Et moi, susdit roi Dinis, je l’octroie ainsi que je promets, pour moi et mes successeurs, de faire tenir et garder les conditions et les autres choses qui sont contenues dans cette charte et convenues entre moi et vous (et vos successeurs). De plus, désirant vous faire grâce et merci, il me semble bon et j’ordonne que vous et vos successeurs dans ce fief ayez pour vous le quint de toutes les choses que vous prendrez et gagnerez sur mer avec mes galères aux dépens des ennemis de notre foi ou des ennemis de ma terre ; mais cela n’implique pas que vous ayez le quint des coques des galères et autres navires, si vous en capturez, ni de leurs armes et appareils que vous prendrez, ni des maures ennemis, si vous en capturez, car ces choses sont régaliennes. Quant au maure ennemi, si moi ou mes successeurs voulons en prendre, nous devons l’achetez au pris d’usage en mon royaume, à savoir 100 livres en monnaie portugaise, et vous aurez le quint du prix que nous donnerons. Je veux et ordonne que vous, Micer Manuel et vos successeurs dans ce fief, ayez juridiction et pouvoir sur tous les hommes qui seront avec vous sur mes galères, aussi bien en flotte qu’en armée, dans tous les lieux où vous irez, sur mer et dans les ports de terre desquels vous partirez ; j’ordonne qu’ils fassent pour vous, en tant qu’amiral, ce qu’ils feraient pour ma personne même si j’étais là […] et ceci s’entend [pour la période comprise] depuis le jour où vous armerez les galères ou navires jusqu’au jour où vous désarmerez. En outre, il me semble bien que mes notaires qui seront sur les galères me jurent, ainsi qu’à mes successeurs, qu’ils noteront bien et droitement dans leurs livres les choses que vous gagnerez en mer et les autres choses qu’ils doivent noter et dont ils doivent donner foi, de telle sorte que soient préservés mes droits et ceux de chacun […].
Et pour que cela soit établi et ne puisse être mis en doute, j’ai ordonné d’en faire deux chartes de même teneur, dont je dois avoir une et vous, Micer Manuel, l’autre ; et j’ai ordonné de les sceller avec mon sceau de plomb.
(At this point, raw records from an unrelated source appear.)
// Rounding of printed values, judged in exact fractions: what is printed may not cross the value.

import { expect, test } from 'vitest';
import {
  CURRENT,
  formatValue,
  knownUnit,
  parseUnit,
  isUnitFault,
  PLAIN,
  plainText,
  RECIPROCAL_VOLTAGE,
  RESISTANCE,
  scaleToSI,
  SQUARE_LAW_CONSTANT,
  TEMPERATURE_POINT,
  VOLTAGE,
} from '../../src/quantity/index.ts';
import type { Rounding } from '../../src/quantity/index.ts';
import { createDraw } from '../support/counter-random.ts';
import { exactOf, exactOfText, lastDigitOf } from './exact-fixed.ts';

const SEED = 1999;
const COUNT = 60_000;
/** So many values take a second, on a busy machine more. */
const PATIENCE = 60_000;

/** Values over 30 decades; a third have few digits, a third are such values with float noise. */
function drawValue(draw: () => number): number {
  const sign = draw() < 0.5 ? -1 : 1;
  const exponent = Math.floor(draw() * 30 - 18);
  const form = draw();
  if (form < 1 / 3) return sign * (1 + 9 * draw()) * 10 ** exponent;
  const short = Number(`${1 + Math.floor(draw() * 99_999)}e${exponent}`);
  return form < 2 / 3 ? sign * short : sign * short * (1 + Math.round(draw() * 8 - 4) * 1.1e-16);
}

/** What was printed as a plain number: `−1.20×10⁻⁵` as -1.20e-5. */
function asTyped(number: string): string {
  const raised = (mark: string) => ('⁰¹²³⁴⁵⁶⁷⁸⁹'.includes(mark) ? String('⁰¹²³⁴⁵⁶⁷⁸⁹'.indexOf(mark)) : '-');
  return number
    .replace('−', '-')
    .replaceAll('\u2009', '')
    .replace(/×10([⁻⁰¹²³⁴-⁹]+)/, (_, power: string) => `e${[...power].map(raised).join('')}`);
}

function printed(value: number, digits: number, rounding: Rounding): string {
  return asTyped(formatValue(value, PLAIN, { digits, rounding }).number);
}

const magnitude = (exact: bigint): bigint => (exact < 0n ? -exact : exact);
/** The allowance for float noise that round-decimal.ts states. */
const noise = (exact: bigint): bigint => magnitude(exact) / 10n ** 12n;

test(
  `down never prints above the value and up never below, beyond 1e-12 of it (seed ${SEED})`,
  () => {
    const draw = createDraw(SEED);
    const wrong: unknown[] = [];
    for (let i = 0; i < COUNT; i++) {
      const value = drawValue(draw);
      const exact = exactOf(value);
      const digits = 1 + Math.floor(draw() * 6);
      const [downText, upText] = [printed(value, digits, 'down'), printed(value, digits, 'up')];
      const [down, up] = [exactOfText(downText), exactOfText(upText)];
      const allowed = noise(exact);
      const outward = down <= exact + allowed && up >= exact - allowed;
      // And no further away than one unit of the last digit.
      const tight = down + lastDigitOf(downText, digits) > exact && up - lastDigitOf(upText, digits) < exact;
      if (!outward || !tight) wrong.push([value, digits, downText, upText]);
    }
    expect(wrong).toEqual([]);
  },
  PATIENCE,
);

test(
  `nearest is within half a unit of the last digit (seed ${SEED})`,
  () => {
    const draw = createDraw(SEED);
    const wrong: unknown[] = [];
    for (let i = 0; i < COUNT; i++) {
      const value = drawValue(draw);
      const exact = exactOf(value);
      const digits = 1 + Math.floor(draw() * 6);
      const near = printed(value, digits, 'nearest');
      const away = magnitude(exactOfText(near) - exact);
      if (away > lastDigitOf(near, digits) / 2n + noise(exact)) wrong.push([value, digits, near]);
    }
    expect(wrong).toEqual([]);
  },
  PATIENCE,
);

test(
  `a value with few digits is printed as itself in all three directions, float noise or not (seed ${SEED})`,
  () => {
    const draw = createDraw(SEED);
    const wrong: unknown[] = [];
    for (let i = 0; i < 30_000; i++) {
      const digits = 1 + Math.floor(draw() * 6);
      const short = Number(`${1 + Math.floor(draw() * (10 ** digits - 1))}e${Math.floor(draw() * 24 - 15)}`);
      const value = short * (1 + Math.round(draw() * 8 - 4) * 1.1e-16);
      for (const rounding of ['nearest', 'down', 'up'] as const)
        if (Number(printed(value, digits, rounding)) !== short) wrong.push([value, digits, rounding]);
    }
    expect(wrong).toEqual([]);
  },
  PATIENCE,
);

test(`from 13 digits on there is no allowance: down and up enclose the exact double (seed ${SEED})`, () => {
  const draw = createDraw(SEED);
  const wrong: unknown[] = [];
  for (let i = 0; i < 10_000; i++) {
    const value = drawValue(draw);
    const digits = 13 + Math.floor(draw() * 5);
    if (exactOfText(printed(value, digits, 'down')) > exactOf(value)) wrong.push([value, digits]);
    if (exactOfText(printed(value, digits, 'up')) < exactOf(value)) wrong.push([value, digits]);
  }
  expect(wrong).toEqual([]);
});

test.each([
  [0.1 + 0.2, 1, 'up', '0.3'],
  [0.3, 1, 'down', '0.3'],
  [1.005, 3, 'nearest', '1.01'], // the double lies below 1.005; the decimal that was meant does not
  [1.004999, 3, 'nearest', '1.00'],
  [-1.005, 3, 'nearest', '−1.01'],
  [2.5, 1, 'nearest', '3'],
  [-2.5, 1, 'nearest', '−3'],
  [9.999, 3, 'up', '10.0'],
  [9.999, 3, 'down', '9.99'],
  [-9.999, 3, 'down', '−10.0'],
  [-9.991, 3, 'up', '−9.99'],
  [1.0000001, 3, 'up', '1.01'],
  [0.9999999, 3, 'down', '0.999'],
  [1 + 1e-13, 3, 'up', '1.00'],
  [1 + 1e-11, 3, 'up', '1.01'],
] as const)('%d to %d digits, %s, is %s', (value, digits, rounding, shown) => {
  expect(formatValue(value, PLAIN, { digits, rounding }).number).toBe(shown);
});

test('a share of builds below one is never printed as 100 %', () => {
  const percent = { unit: knownUnit('%'), rounding: 'down' } as const;
  expect(formatValue(0.9999, PLAIN, percent).text).toBe('99.9 %');
  expect(formatValue(1 - 1e-7, PLAIN, percent).text).toBe('99.9 %');
  expect(formatValue(1, PLAIN, percent).text).toBe('100 %');
});

test(`what is printed for the eye and typed for the sheet are one number, and all digits read back (seed ${SEED})`, () => {
  const draw = createDraw(SEED);
  const kinds = [PLAIN, VOLTAGE, CURRENT, RESISTANCE, RECIPROCAL_VOLTAGE, SQUARE_LAW_CONSTANT];
  const wrong: unknown[] = [];
  for (let i = 0; i < 20_000; i++) {
    const kind = kinds[i % kinds.length];
    const value = drawValue(draw);
    const shown = formatValue(value, kind);
    const unitShown = shown.unit === '' ? null : parseUnit(shown.unit);
    if (unitShown && isUnitFault(unitShown)) wrong.push(shown);
    else if (scaleToSI(asTyped(shown.number), unitShown) !== read(plainText(value, kind, { digits: 3 })))
      wrong.push(shown);
    if (read(plainText(value, kind)) !== value) wrong.push(value);
  }
  expect(wrong).toEqual([]);
});

test(`a temperature typed for the sheet reads back as the same double (seed ${SEED})`, () => {
  const draw = createDraw(SEED);
  const wrong: number[] = [];
  for (let i = 0; i < 20_000; i++) {
    const kelvin = 200 + 300 * draw();
    if (read(plainText(kelvin, TEMPERATURE_POINT)) !== kelvin) wrong.push(kelvin);
  }
  expect(wrong).toEqual([]);
});

function read(typed: string): number {
  const [number, unit] = typed.split(' ');
  return scaleToSI(number, unit === undefined ? null : knownUnit(unit));
}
Et moi, Micer Manuel, j’ai souscrit de ma main mon nom sur chacune d’elles. Donnée à Santarém, le 1er jour de février. Le roi l’a mandée, Domingos Eanes l’a faite. Ere de 1355.
Moi, Manuel Pessagno
Le roi l’a vue. »

Descobrimentos portugueses. Documentos para a sua história, 1147- 1460, Lisboa, 1988 (réed.), p. 27- 30.